_Available data_:
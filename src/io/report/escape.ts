/**
 * Escaping of user text for the report page. Every string that comes from a scenario or a
 * table (names, descriptions, keys, values) goes through one of these before it reaches HTML.
 */

const HTML: Record<string, string> = { '&': '&amp;', '<': '&lt;', '>': '&gt;', '"': '&quot;', "'": '&#39;' };

/** Text safe inside an element or a double- or single-quoted attribute value. */
export function escapeHtml(text: string): string {
  return text.replace(/[&<>"']/g, (c) => HTML[c]!);
}

/** An HTML fragment that is known to be safe (built by this module's users from escaped parts). */
export class SafeHtml {
  constructor(readonly html: string) {}
}

/** Marks a fragment as safe; use only on text built from escaped parts and fixed markup. */
export function trusted(html: string): SafeHtml {
  return new SafeHtml(html);
}

/**
 * Template tag that escapes every interpolated value unless it is SafeHtml (or an array of
 * them): html`<p>${name}</p>` is safe for any `name`.
 */
export function html(strings: TemplateStringsArray, ...values: unknown[]): SafeHtml {
  let out = strings[0]!;
  values.forEach((v, i) => {
    out += render(v) + strings[i + 1]!;
  });
  return new SafeHtml(out);
}

function render(v: unknown): string {
  if (v === null || v === undefined || v === false) return '';
  if (Array.isArray(v)) return v.map(render).join('');
  if (v instanceof SafeHtml) return v.html;
  return escapeHtml(String(v));
}
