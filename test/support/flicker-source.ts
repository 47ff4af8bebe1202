/**
 * The sequential 1/f generator (Timmer & König, Astron. Astrophys. 300, 707 (1995)) on one
 * continuous timeline, block pair after block pair: the reference the tests hold the engine's
 * random-access timeline (src/signal/flicker-timeline.ts) and its building blocks against
 * (src/signal/flicker.ts: the window, the bin powers, the block pairs).
 */
import { drawFlickerPair, FLICKER_MAX_BLOCK, FLICKER_MIN_BLOCK, flickerBinSigmas, flickerVariance, flickerWindow } from '../../src/signal/flicker.ts';
import { makeFft, nextPowerOfTwo } from '../../src/signal/fft.ts';
import type { NoiseStream } from '../../src/signal/stream.ts';

/** Parameters of a flicker-noise source. */
export interface FlickerSpec {
  /** A in S(f) = A/f^α, unit²/Hz·Hz^α (so S(1 Hz) = A). */
  amplitude: number;
  /** α (> 0; 1 is classic 1/f). */
  exponent: number;
  /** Lower band edge in Hz (> 0). */
  fLo: number;
  /** Upper band edge in Hz (> fLo; clipped to fs/2). */
  fHi: number;
  /** Samples per second. */
  sampleRate: number;
  /** Requested block length (FFT size); default and minimum: 4·fs/fLo rounded up to a power of two. */
  blockLength?: number;
}
/** The block length and band the generator will actually use, with any warnings. */
export interface FlickerPlan {
  blockLength: number;
  fLo: number;
  fHi: number;
  warnings: string[];
}
/** A flicker-noise generator with an internal sample clock. */
export interface FlickerSource {
  /** Block length N (FFT size); blocks overlap by N/2. */
  readonly blockLength: number;
  /** Effective lower band edge (may be raised, see `warnings`). */
  readonly fLo: number;
  /** Effective upper band edge (may be clipped to fs/2). */
  readonly fHi: number;
  /** Variance of every sample, ∫S df over the effective band, unit². */
  readonly variance: number;
  /** Messages about parameters that were changed (raised fLo, clipped fHi, enlarged block). */
  readonly warnings: readonly string[];
  /** Index of the next sample on the timeline. */
  readonly position: number;
  /** Writes the next `count` samples into out[start …] and advances the clock; returns out. */
  fill(out: Float64Array, start: number, count: number): Float64Array;
  /** Adds the next `count` samples into out[start …] and advances the clock; returns out. */
  add(out: Float64Array, start: number, count: number): Float64Array;
  /** Advances the clock by `count` samples without producing them (blocks jumped over are not drawn). */
  skip(count: number): void;
}

/**
 * Chooses the block length and effective band: N ≥ 4·fs/fLo, a power of two, at least
 * FLICKER_MIN_BLOCK and at most FLICKER_MAX_BLOCK. If 4·fs/fLo exceeds 2^20 (fLo below
 * 4·fs/2^20), fLo is raised to 4·fs/2^20 and a warning says so; fHi above fs/2 is clipped
 * with a warning. Throws RangeError on invalid parameters or when the raised fLo reaches fHi.
 */
export function planFlickerBlocks(spec: FlickerSpec): FlickerPlan {
  const { amplitude, exponent, sampleRate } = spec;
  if (!(amplitude >= 0) || !(exponent > 0) || !(sampleRate > 0) || !(spec.fLo > 0) || !(spec.fHi > spec.fLo)) {
    throw new RangeError(
      `flicker: need amplitude >= 0, exponent > 0, sampleRate > 0, 0 < fLo < fHi; got ${JSON.stringify(spec)}`,
    );
  }
  const warnings: string[] = [];
  let fLo = spec.fLo;
  let fHi = spec.fHi;
  const nyquist = sampleRate / 2;
  if (fHi > nyquist) {
    warnings.push(`flicker: fHi ${fHi} Hz is above fs/2 = ${nyquist} Hz; clipped to fs/2`);
    fHi = nyquist;
  }
  const needed = Math.ceil((4 * sampleRate) / fLo);
  let blockLength: number;
  if (needed > FLICKER_MAX_BLOCK) {
    const raised = (4 * sampleRate) / FLICKER_MAX_BLOCK;
    warnings.push(
      `flicker: fLo ${fLo} Hz needs blocks longer than 2^20 samples at fs = ${sampleRate} Hz; ` +
        `raised to 4·fs/2^20 = ${raised} Hz`,
    );
    fLo = raised;
    blockLength = FLICKER_MAX_BLOCK;
  } else {
    blockLength = Math.max(FLICKER_MIN_BLOCK, nextPowerOfTwo(needed));
  }
  if (spec.blockLength !== undefined) {
    const asked = spec.blockLength;
    const rounded = Math.min(FLICKER_MAX_BLOCK, nextPowerOfTwo(Math.max(1, Math.ceil(asked))));
    if (rounded < blockLength) {
      warnings.push(`flicker: block length ${asked} is shorter than 4·fs/fLo; using ${blockLength}`);
    } else {
      if (rounded !== asked) warnings.push(`flicker: block length ${asked} changed to ${rounded}`);
      blockLength = rounded;
    }
  }
  if (!(fLo < fHi)) {
    throw new RangeError(`flicker: effective band [${fLo}, ${fHi}] Hz is empty (fLo raised or fHi clipped)`);
  }
  return { blockLength, fLo, fHi, warnings };
}

/**
 * Makes a flicker-noise source on a continuous timeline starting at sample 0 (see the file
 * comment for the method). fLo below 4·fs/FLICKER_MAX_BLOCK is raised and fHi above fs/2 clipped; the
 * returned `warnings` list every change. Draws from `stream` lazily, block pair by block pair.
 */
export function makeFlickerSource(spec: FlickerSpec, stream: NoiseStream): FlickerSource {
  const plan = planFlickerBlocks(spec);
  const { blockLength: size, fLo, fHi } = plan;
  const { amplitude, exponent, sampleRate } = spec;
  const hop = size / 2;
  const partSigma = flickerBinSigmas(amplitude, exponent, fLo, fHi, sampleRate, size);
  const variance = flickerVariance(amplitude, exponent, fLo, fHi);
  // window[m] = sin(πm/N) for m = 0 … N/2; the falling weight cos(πm/N) is window[N/2 − m].
  const window = flickerWindow(size);

  const fft = makeFft(size);
  const spectrum = new Float64Array(2 * size);
  const pair = new Float64Array(2 * size);
  const carry = new Float64Array(hop);
  let pairIndex = -1;
  let carryBlock = -1;
  // Internal time starts half a block in, so sample 0 lies in blocks 0 and 1 (one FFT).
  let clock = hop;

  function drawPair(q: number): void {
    drawFlickerPair(partSigma, fft, spectrum, pair, stream);
    pairIndex = q;
  }

  /** Makes blocks h (rising) and h − 1 (falling) available for hop h. */
  function prepare(h: number): void {
    const q = Math.floor(h / 2);
    if (h % 2 === 0 && carryBlock !== h - 1) {
      // Block h − 1 is the odd (imaginary) block of the previous pair: keep its second half.
      if (pairIndex !== q - 1) drawPair(q - 1);
      for (let m = 0; m < hop; m++) carry[m] = pair[2 * (m + hop) + 1]!;
      carryBlock = h - 1;
    }
    if (pairIndex !== q) drawPair(q);
  }

  function produce(out: Float64Array, start: number, count: number, accumulate: boolean): Float64Array {
    let done = 0;
    while (done < count) {
      const h = Math.floor(clock / hop);
      const offset = clock - h * hop;
      const n = Math.min(count - done, hop - offset);
      prepare(h);
      const base = start + done;
      if (h % 2 === 0) {
        // rising: even block h = real part; falling: carried odd block h − 1.
        for (let i = 0; i < n; i++) {
          const m = offset + i;
          const v = pair[2 * m]! * window[m]! + carry[m]! * window[hop - m]!;
          out[base + i] = accumulate ? out[base + i]! + v : v;
        }
      } else {
        // rising: odd block h = imaginary part; falling: even block h − 1 = real part, second half.
        for (let i = 0; i < n; i++) {
          const m = offset + i;
          const v = pair[2 * m + 1]! * window[m]! + pair[2 * (m + hop)]! * window[hop - m]!;
          out[base + i] = accumulate ? out[base + i]! + v : v;
        }
      }
      done += n;
      clock += n;
    }
    return out;
  }

  return {
    blockLength: size,
    fLo,
    fHi,
    variance,
    warnings: plan.warnings,
    get position() {
      return clock - hop;
    },
    fill(out, start, count) {
      return produce(out, start, count, false);
    },
    add(out, start, count) {
      return produce(out, start, count, true);
    },
    skip(count) {
      clock += count;
    },
  };
}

_Exercise goal_: Go through the listing above and list every line that has the word "returns".

_Result_:
  /** Writes the next `count` samples into out[start …] and advances the clock; returns out. */
  /** Adds the next `count` samples into out[start …] and advances the clock; returns out. */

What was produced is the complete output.